Reversed and Remanded.

STARCHER, Justice, dissenting.

(Filed July 10, 2001)

The majority opinion is yet another in a line of cases that (a) gives insurance law a convoluted, counter-intuitive interpretation that only insurance companies can understand and enjoy; and (b) interferes with the Legislature's beneficent public policy of making sure that people who buy insurance have full coverage for their losses. I therefore dissent.

In the instant case, the policyholders bought two policies on two cars. They paid premiums on a "per-vehicle" basis.

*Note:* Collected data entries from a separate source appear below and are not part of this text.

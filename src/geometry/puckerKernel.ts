/**
 * Cremer–Pople puckering for one ring measured over and over (trajectories): the same formulas as
 * `cremerPople` (Cremer & Pople 1975, J. Am. Chem. Soc. 97, 1354; docs/methods.md#cremer-pople) with the sin/cos tables of
 * the ring size computed once and the results written into a caller-owned record, so the per-frame work
 * allocates nothing. Five-rings also get the Altona–Sundaralingam phase P and amplitude τm (Altona &
 * Sundaralingam 1972, J. Am. Chem. Soc. 94, 8205), as `analyzeRing` gives them by default: P from the closed
 * form, τm from ν2 / cos P, a least-squares fit near P = 90°/270°, or a blend between (altonaSundaralingamFit).
 */
import { torsionAt } from './torsionAt.js';
import { closedFormWeight } from './pseudorotation.js';

/** What the kernel writes for one frame. Fields are NaN where they do not apply. */
export class PuckerValues {
  /** Total amplitude Q, Å. */
  Q = NaN;
  /** Amplitude q2, Å. */
  q2 = NaN;
  /** Raw phase φ2 in [0, 360), deg (meaningless when q2 ≈ 0: callers withhold it). */
  phaseDeg = NaN;
  /** Six-rings: θ in [0, 180], deg. */
  thetaDeg = NaN;
  /** Five-rings: pseudorotation phase P in [0, 360), deg. */
  pDeg = NaN;
  /** Five-rings: τm, deg (closed form, least squares or blended, as altonaSundaralingamFit). */
  tauMDeg = NaN;
}

const SIN_SUM = Math.sin(Math.PI / 5) + Math.sin((2 * Math.PI) / 5);
const TWO_PI = 2 * Math.PI;
const DEG = 180 / Math.PI;

/**
 * A measuring routine for rings of `n` atoms (n ≥ 4).
 * @example const k = new PuckerKernel(6); const v = new PuckerValues(); k.measure(coords, ring, v); v.thetaDeg
 */
export class PuckerKernel {
  private readonly sin1: Float64Array;
  private readonly cos1: Float64Array;
  private readonly sin2: Float64Array;
  private readonly cos2: Float64Array;
  private readonly z: Float64Array;
  private readonly nu = new Float64Array(5);

  constructor(readonly n: number) {
    if (!Number.isInteger(n) || n < 4) throw new RangeError('a puckering kernel needs a ring of at least 4 atoms');
    this.sin1 = new Float64Array(n);
    this.cos1 = new Float64Array(n);
    this.sin2 = new Float64Array(n);
    this.cos2 = new Float64Array(n);
    this.z = new Float64Array(n);
    for (let j = 0; j < n; j++) {
      const a = (TWO_PI * j) / n;
      this.sin1[j] = Math.sin(a);
      this.cos1[j] = Math.cos(a);
      this.sin2[j] = Math.sin(2 * a);
      this.cos2[j] = Math.cos(2 * a);
    }
  }

  /** The displacements z (Å, ring order) of the last `measure`; overwritten by the next one. */
  get displacements(): Float64Array {
    return this.z;
  }

  /**
   * Measures the ring whose atoms (0-based, in bonded order) are `ring` in the flat xyz array `coords`.
   * Returns false (and leaves `out` as NaN) for a degenerate ring (collinear atoms) or non-finite input.
   */
  measure(coords: Float64Array, ring: Int32Array, out: PuckerValues): boolean {
    const n = this.n;
    out.Q = out.q2 = out.phaseDeg = out.thetaDeg = out.pDeg = out.tauMDeg = NaN;
    let cx = 0, cy = 0, cz = 0;
    for (let j = 0; j < n; j++) {
      const o = 3 * ring[j]!;
      cx += coords[o]!; cy += coords[o + 1]!; cz += coords[o + 2]!;
    }
    cx /= n; cy /= n; cz /= n;
    let ax = 0, ay = 0, az = 0, bx = 0, by = 0, bz = 0;
    for (let j = 0; j < n; j++) {
      const o = 3 * ring[j]!;
      const x = coords[o]! - cx, y = coords[o + 1]! - cy, w = coords[o + 2]! - cz;
      const s = this.sin1[j]!, c = this.cos1[j]!;
      ax += x * s; ay += y * s; az += w * s;
      bx += x * c; by += y * c; bz += w * c;
    }
    let nx = ay * bz - az * by, ny = az * bx - ax * bz, nz = ax * by - ay * bx;
    const len = Math.sqrt(nx * nx + ny * ny + nz * nz);
    if (!(len > 1e-12) || !Number.isFinite(len)) return false;
    nx /= len; ny /= len; nz /= len;
    const z = this.z;
    let sumSq = 0, c2 = 0, s2 = 0, alt = 0;
    for (let j = 0; j < n; j++) {
      const o = 3 * ring[j]!;
      const zj = (coords[o]! - cx) * nx + (coords[o + 1]! - cy) * ny + (coords[o + 2]! - cz) * nz;
      z[j] = zj;
      sumSq += zj * zj;
      c2 += zj * this.cos2[j]!;
      s2 += zj * this.sin2[j]!;
      alt += j % 2 === 0 ? zj : -zj;
    }
    const f = Math.sqrt(2 / n);
    c2 *= f;
    s2 *= -f;
    out.Q = Math.sqrt(sumSq);
    // For n = 4 the m = 2 mode is the alternating one (N/2), as in cremerPople.
    out.q2 = n === 4 ? alt / 2 : Math.sqrt(c2 * c2 + s2 * s2);
    if (n > 4) {
      const p = Math.atan2(s2, c2) * DEG;
      out.phaseDeg = p < 0 ? p + 360 : p;
    }
    if (n === 6) out.thetaDeg = Math.atan2(out.q2, alt / Math.sqrt(6)) * DEG;
    if (n === 5) this.pseudorotation(coords, ring, out);
    return true;
  }

  /** ν0 = (r5 r1 r2 r3), ν_k = (r_k r_k+1 r_k+2 r_k+3): the torsion starting at position k − 1. */
  private pseudorotation(coords: Float64Array, ring: Int32Array, out: PuckerValues): void {
    const nu = this.nu;
    for (let k = 0; k < 5; k++) {
      const j = (k + 4) % 5;
      nu[k] = torsionAt(coords, ring[j]!, ring[(j + 1) % 5]!, ring[(j + 2) % 5]!, ring[(j + 3) % 5]!);
      if (Number.isNaN(nu[k]!)) return;
    }
    const [n0, n1, n2, n3, n4] = nu as unknown as [number, number, number, number, number];
    // Altona–Sundaralingam closed-form P; τm as altonaSundaralingamFit (closed form, least squares, blended)
    const y = n4 + n1 - (n3 + n0);
    const x = 2 * n2 * SIN_SUM;
    if (Math.hypot(x, y) < 1e-9) return;
    const p = Math.atan2(y, x);
    const deg = p * DEG;
    out.pDeg = deg < 0 ? deg + 360 : deg;
    const c = Math.cos(p);
    const w = closedFormWeight(c);
    let fit = 0;
    if (w < 1) {
      for (let j = 0; j < 5; j++) fit += nu[j]! * Math.cos(p + ((144 * (j - 2)) / 180) * Math.PI);
      fit *= 0.4;
    }
    out.tauMDeg = w * (w > 0 ? n2 / c : 0) + (1 - w) * fit;
  }
}
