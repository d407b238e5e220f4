import { describe, expect, it } from 'vitest';
import { parseText } from '../../src/io/parseText.js';
import { withBonds } from '../../src/perceive/withBonds.js';

// Ethanol as ATOM records plus a water HETATM whose CONECT lines are the only bonds in the file.
const PDB = [
  'ATOM      1  C1  ETH A   1       0.000   0.000   0.000  1.00  0.00           C',
  'ATOM      2  C2  ETH A   1       1.520   0.000   0.000  1.00  0.00           C',
  'ATOM      3  O1  ETH A   1       2.000   1.350   0.000  1.00  0.00           O',
  'HETATM    4  O   HOH A   2       6.000   0.000   0.000  1.00  0.00           O',
  'HETATM    5  H1  HOH A   2       6.960   0.000   0.000  1.00  0.00           H',
  'CONECT    4    5',
  'END',
].join('\n');

describe('withBonds', () => {
  it('withBonds(pdb) adds perceived bonds for atoms CONECT leaves out and keeps the CONECT bonds', () => {
    const [mol] = parseText(PDB, { file: 'mixed.pdb', format: 'pdb' });
    const bonded = withBonds(mol!);
    expect(bonded.bonds!.map((b) => [b.a + 1, b.b + 1, b.perceived])).toEqual([
      [1, 2, true],
      [2, 3, true],
      [4, 5, false],
    ]);
  });

  it('withBonds keeps a molfile bond table as it is, even when an atom has no bond', () => {
    const mol = { ...parseText(PDB, { file: 'mixed.pdb', format: 'pdb' })[0]!, source: { file: 'x.sdf', format: 'sdf' as const, index: 1, line: 1 } };
    expect(withBonds(mol)).toBe(mol);
  });
});
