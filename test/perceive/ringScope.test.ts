/**
 * Which rings are analysed (docs/methods.md#rings): metal contacts close no ring, disulfide loops between residues
 * and rings over 12 atoms are set aside. The rules are common practice, no source.
 */
import { describe, expect, it } from 'vitest';
import { DEFAULT_MAX_RING_SIZE, isCoordinationBond, ringClosingBonds, scopeRings } from '../../src/perceive/ringScope.js';
import type { Atom, Molecule } from '../../src/model/molecule.js';
import { bondsOf } from './fixtures.js';

/** Atoms only (scopeRings and the ring graph read elements and residues, never coordinates). */
function atoms(list: readonly Partial<Atom>[]): Pick<Molecule, 'atoms'> {
  return { atoms: list.map((a) => ({ element: 'C', name: null, ...a })) };
}
const ring = (n: number) => Array.from({ length: n }, (_, k) => k);

describe('scopeRings', () => {
  it('scopeRings sets aside a ring closed by an S–S bond between two residues and names both sulfurs', () => {
    const mol = atoms([
      { element: 'S', name: 'SG', residue: 'CYS', residueNumber: 3, chain: 'A' },
      ...Array.from({ length: 6 }, () => ({ residue: 'GLY', residueNumber: 4, chain: 'A' })),
      { element: 'S', name: 'SG', residue: 'CYS', residueNumber: 9, chain: 'A' },
    ]);
    const { rings, setAside } = scopeRings(mol, [ring(8)]);
    expect(rings).toEqual([]);
    expect(setAside).toHaveLength(1);
    expect(setAside[0]!.reason).toBe('disulfide');
    expect(setAside[0]!.message).toBe('8-atom ring through the S–S bond A/CYS3/SG (atom 1)–A/CYS9/SG (atom 8): a disulfide loop, listed but not analysed (--ss-rings, option disulfideRings, analyses it)');
    expect(scopeRings(mol, [ring(8)], { disulfideRings: true }).rings).toEqual([ring(8)]);
  });

  it('scopeRings keeps an S–S ring without residues or inside one residue (1,2-dithiane, a lipoyl ligand)', () => {
    const dithiane = atoms([{ element: 'S' }, { element: 'S' }, {}, {}, {}, {}]);
    expect(scopeRings(dithiane, [ring(6)]).rings).toEqual([ring(6)]);
    const lipoyl = atoms([{ element: 'S', residue: 'LPA', residueNumber: 1 }, { element: 'S', residue: 'LPA', residueNumber: 1 }, ...Array.from({ length: 3 }, () => ({ residue: 'LPA', residueNumber: 1 }))]);
    expect(scopeRings(lipoyl, [ring(5)]).rings).toEqual([ring(5)]);
  });

  it(`scopeRings analyses rings up to ${DEFAULT_MAX_RING_SIZE} atoms and sets aside larger ones, keeping the order of the rest`, () => {
    const mol = atoms(Array.from({ length: 40 }, () => ({})));
    const small = [0, 1, 2, 3, 4, 5];
    const twelve = ring(12);
    const thirteen = ring(13);
    const { rings, setAside } = scopeRings(mol, [small, thirteen, twelve]);
    expect(rings).toEqual([small, twelve]);
    expect(setAside.map((r) => [r.reason, r.atoms.length])).toEqual([['too-large', 13]]);
    expect(setAside[0]!.message).toBe('13-atom ring: larger than 12 atoms, listed but not analysed (--max-ring-size 13, option maxRingSize, analyses it)');
    expect(scopeRings(mol, [thirteen], { maxRingSize: 13 }).rings).toEqual([thirteen]);
    expect(() => scopeRings(mol, [small], { maxRingSize: 2 })).toThrow(RangeError);
  });
});

describe('ringClosingBonds', () => {
  it('ringClosingBonds leaves out every bond to a metal unless metalRings, and returns the list itself when there is none', () => {
    const mol = atoms([{ element: 'N' }, { element: 'Zn' }, { element: 'C' }, { element: 'O' }]);
    const bonds = bondsOf([[0, 1], [1, 3], [0, 2], [2, 3]]);
    expect(ringClosingBonds(mol, bonds).map((b) => [b.a, b.b])).toEqual([[0, 2], [2, 3]]);
    expect(ringClosingBonds(mol, bonds, { metalRings: true })).toBe(bonds);
    const organic = atoms([{ element: 'N' }, { element: 'C' }]);
    const one = bondsOf([[0, 1]]);
    expect(ringClosingBonds(organic, one)).toBe(one);
    expect(bonds.map((b) => isCoordinationBond(mol, b))).toEqual([true, true, false, false]);
  });
});
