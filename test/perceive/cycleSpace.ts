/** Independent GF(2) cycle-space helpers for the ring tests (BigInt bitsets over bond indices). */
import type { Graph } from '../../src/perceive/graph.js';

/** Bond bitset of a cyclic atom list, or null when two consecutive atoms are not bonded. */
export function cycleBits(graph: Graph, ring: readonly number[], bondIndex: Map<string, number>): bigint | null {
  let bits = 0n;
  for (let k = 0; k < ring.length; k++) {
    const a = ring[k]!;
    const b = ring[(k + 1) % ring.length]!;
    if (!graph.bonded(a, b)) return null;
    bits ^= 1n << BigInt(bondIndex.get(a < b ? `${a}-${b}` : `${b}-${a}`)!);
  }
  return bits;
}

/** Index of every bond `a-b` (a < b) of the graph. */
export function bondIndexOf(graph: Graph): Map<string, number> {
  const index = new Map<string, number>();
  graph.neighbors.forEach((list, a) => list.forEach((b) => a < b && index.set(`${a}-${b}`, index.size)));
  return index;
}

/** Rank over GF(2) of a set of bitsets. */
export function rankOf(vectors: readonly bigint[]): number {
  const pivots = new Map<number, bigint>();
  for (let v of vectors) {
    while (v !== 0n) {
      const top = v.toString(2).length - 1;
      const row = pivots.get(top);
      if (row === undefined) {
        pivots.set(top, v);
        break;
      }
      v ^= row;
    }
  }
  return pivots.size;
}

/** Sizes of a minimum cycle basis chosen greedily (shortest first) from `rings`. */
export function greedyBasisSizes(graph: Graph, rings: readonly (readonly number[])[]): number[] {
  const index = bondIndexOf(graph);
  const kept: bigint[] = [];
  const sizes: number[] = [];
  for (const ring of [...rings].sort((p, q) => p.length - q.length)) {
    const bits = cycleBits(graph, ring, index)!;
    if (rankOf([...kept, bits]) > kept.length) {
      kept.push(bits);
      sizes.push(ring.length);
    }
  }
  return sizes;
}

/** Number of connected components (isolated atoms count). */
export function componentCount(graph: Graph): number {
  const seen = new Uint8Array(graph.size);
  let count = 0;
  for (let s = 0; s < graph.size; s++) {
    if (seen[s]) continue;
    count++;
    const stack = [s];
    seen[s] = 1;
    while (stack.length) for (const w of graph.neighbors[stack.pop()!]!) if (!seen[w]) (seen[w] = 1), stack.push(w);
  }
  return count;
}

/** Every simple cycle of a small graph, each once (start at its lowest atom). */
export function allSimpleCycles(graph: Graph): number[][] {
  const out: number[][] = [];
  for (let s = 0; s < graph.size; s++) {
    const path = [s];
    const on = new Set([s]);
    const walk = (v: number) => {
      for (const w of graph.neighbors[v]!) {
        if (w === s && path.length >= 3 && path[1]! < path[path.length - 1]!) out.push(path.slice());
        if (w <= s || on.has(w)) continue;
        path.push(w);
        on.add(w);
        walk(w);
        path.pop();
        on.delete(w);
      }
    };
    walk(s);
  }
  return out;
}
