/** Shared fixture for the selection tests: a pyranose-like ring with PDB-style names (geometry unused). */
import { buildGraph } from '../../src/perceive/graph.js';
import { ConformarkError } from '../../src/model/errors.js';
import { bondsOf, molecule, ringPositions } from './fixtures.js';

// atoms 1–6 ring O5 C1 C2 C3 C4 C5; 7 = O1 on C1; 8, 9 = two atoms both named H; 10 = unnamed C far away
export const names = ['O5', 'C1', 'C2', 'C3', 'C4', 'C5', 'O1', 'H', 'H', null];
export const sugar = molecule(
  ['O', 'C', 'C', 'C', 'C', 'C', 'O', 'H', 'H', 'C'],
  [...ringPositions(6, 1.45), [2.5, 0, 0], [0, 0, 2], [0, 0, -2], [9, 9, 9]],
  bondsOf([[0, 1], [1, 2], [2, 3], [3, 4], [4, 5], [5, 0], [1, 6], [2, 7], [3, 8]]),
  names,
);
export const graph = buildGraph(sugar.atoms.length, sugar.bonds!);

/** The issue code and CLI line of a thrown ConformarkError. */
export function failure(f: () => unknown): [string, string] {
  try {
    f();
  } catch (e) {
    if (!(e instanceof ConformarkError)) throw e;
    return [e.code, e.message];
  }
  throw new Error('expected a ConformarkError');
}
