/** Small hand-made molecules and graphs for the perceive tests (coordinates derived, no source). */
import type { Bond, Molecule } from '../../src/model/molecule.js';

/** A Molecule from elements and positions; `bonds` null means "coordinates only" (as from XYZ). */
export function molecule(
  elements: readonly string[],
  positions: readonly (readonly [number, number, number])[],
  bonds: readonly Bond[] | null = null,
  names: readonly (string | null)[] = [],
): Molecule {
  const coords = new Float64Array(positions.flat());
  return {
    title: 'test',
    atoms: elements.map((element, i) => ({ element, name: names[i] ?? null })),
    coords,
    bonds,
    properties: {},
    source: { file: 'test.xyz', format: 'xyz', index: 1, line: 1 },
  };
}

/** Bonds from index pairs (order 1, as read from a file). */
export function bondsOf(pairs: readonly (readonly [number, number])[]): Bond[] {
  return pairs.map(([p, q]) => ({ a: Math.min(p, q), b: Math.max(p, q), order: 1, perceived: false }));
}

/** Pairs `[a, b]` of a bond list, for comparisons. */
export const pairs = (bonds: readonly Bond[]): [number, number][] => bonds.map((b) => [b.a, b.b]);

/** A ring of `n` points of radius `r` in the plane at height `z`. */
export function ringPositions(n: number, r: number, z = 0): [number, number, number][] {
  return Array.from({ length: n }, (_, k) => [r * Math.cos((2 * Math.PI * k) / n), r * Math.sin((2 * Math.PI * k) / n), z]);
}
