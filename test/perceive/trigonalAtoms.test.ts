import { describe, expect, it } from 'vitest';
import { buildGraph } from '../../src/perceive/graph.js';
import { perceiveBonds } from '../../src/perceive/perceiveBonds.js';
import { isTrigonalRing, trigonalAtoms } from '../../src/perceive/trigonalAtoms.js';
import { mmffConformer } from '../helpers/fromOpenchemlib.js';

describe('trigonalAtoms', () => {
  // phenylcyclohexane, then 2-phenyloxolane, MMFF94s (openchemlib): atoms 0–5 are the benzene ring in SMILES order
  const cases = [
    ['c1ccccc1C1CCCCC1', [6, 7, 8, 9, 10, 11]],
    ['c1ccccc1C1CCCO1', [6, 7, 8, 9, 10]],
  ] as const;

  it.each(cases)('trigonalAtoms(%s) flags the aromatic ring from bond orders and from geometry alone, not the saturated ring', (smiles, saturated) => {
    const mol = mmffConformer(smiles);
    const fromOrders = buildGraph(mol.atoms.length, mol.bonds!);
    const perceived = { ...mol, bonds: null };
    const fromGeometry = buildGraph(mol.atoms.length, perceiveBonds(perceived));
    for (const graph of [fromOrders, fromGeometry]) {
      const flags = trigonalAtoms(mol, graph);
      expect(flags.slice(0, 6)).toEqual([true, true, true, true, true, true]);
      expect(saturated.filter((a) => flags[a])).toEqual([]);
      expect(isTrigonalRing(mol, graph, [0, 1, 2, 3, 4, 5])).toBe(true);
      expect(isTrigonalRing(mol, graph, saturated)).toBe(false);
    }
  });
});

Yet State Farm now wants to pay benefits on a "per-person" basis, pointing to an exclusion which prohibits stacking the coverage bought on each vehicle.

An argument I hear repeatedly to support such practices is that insurance companies are struggling to comply with our State's laws, and simply can't profitably survive with this Court's interpretation of those laws. The argument is always posed that the decisions of this Court are going to bankrupt insurance companies.

I have one response: hogwash. In its 2000 Annual Report To State Farm Mutual Policyholders, State Farm made it patently clear that it can make a hefty profit from selling insurance policies. The report, available on the Internet at www.statefarm.com, indicates that State Farm has roughly $78 billion—that's billion, with a "b"—dollars worth of assets. By any assessment, this company is a financial monster.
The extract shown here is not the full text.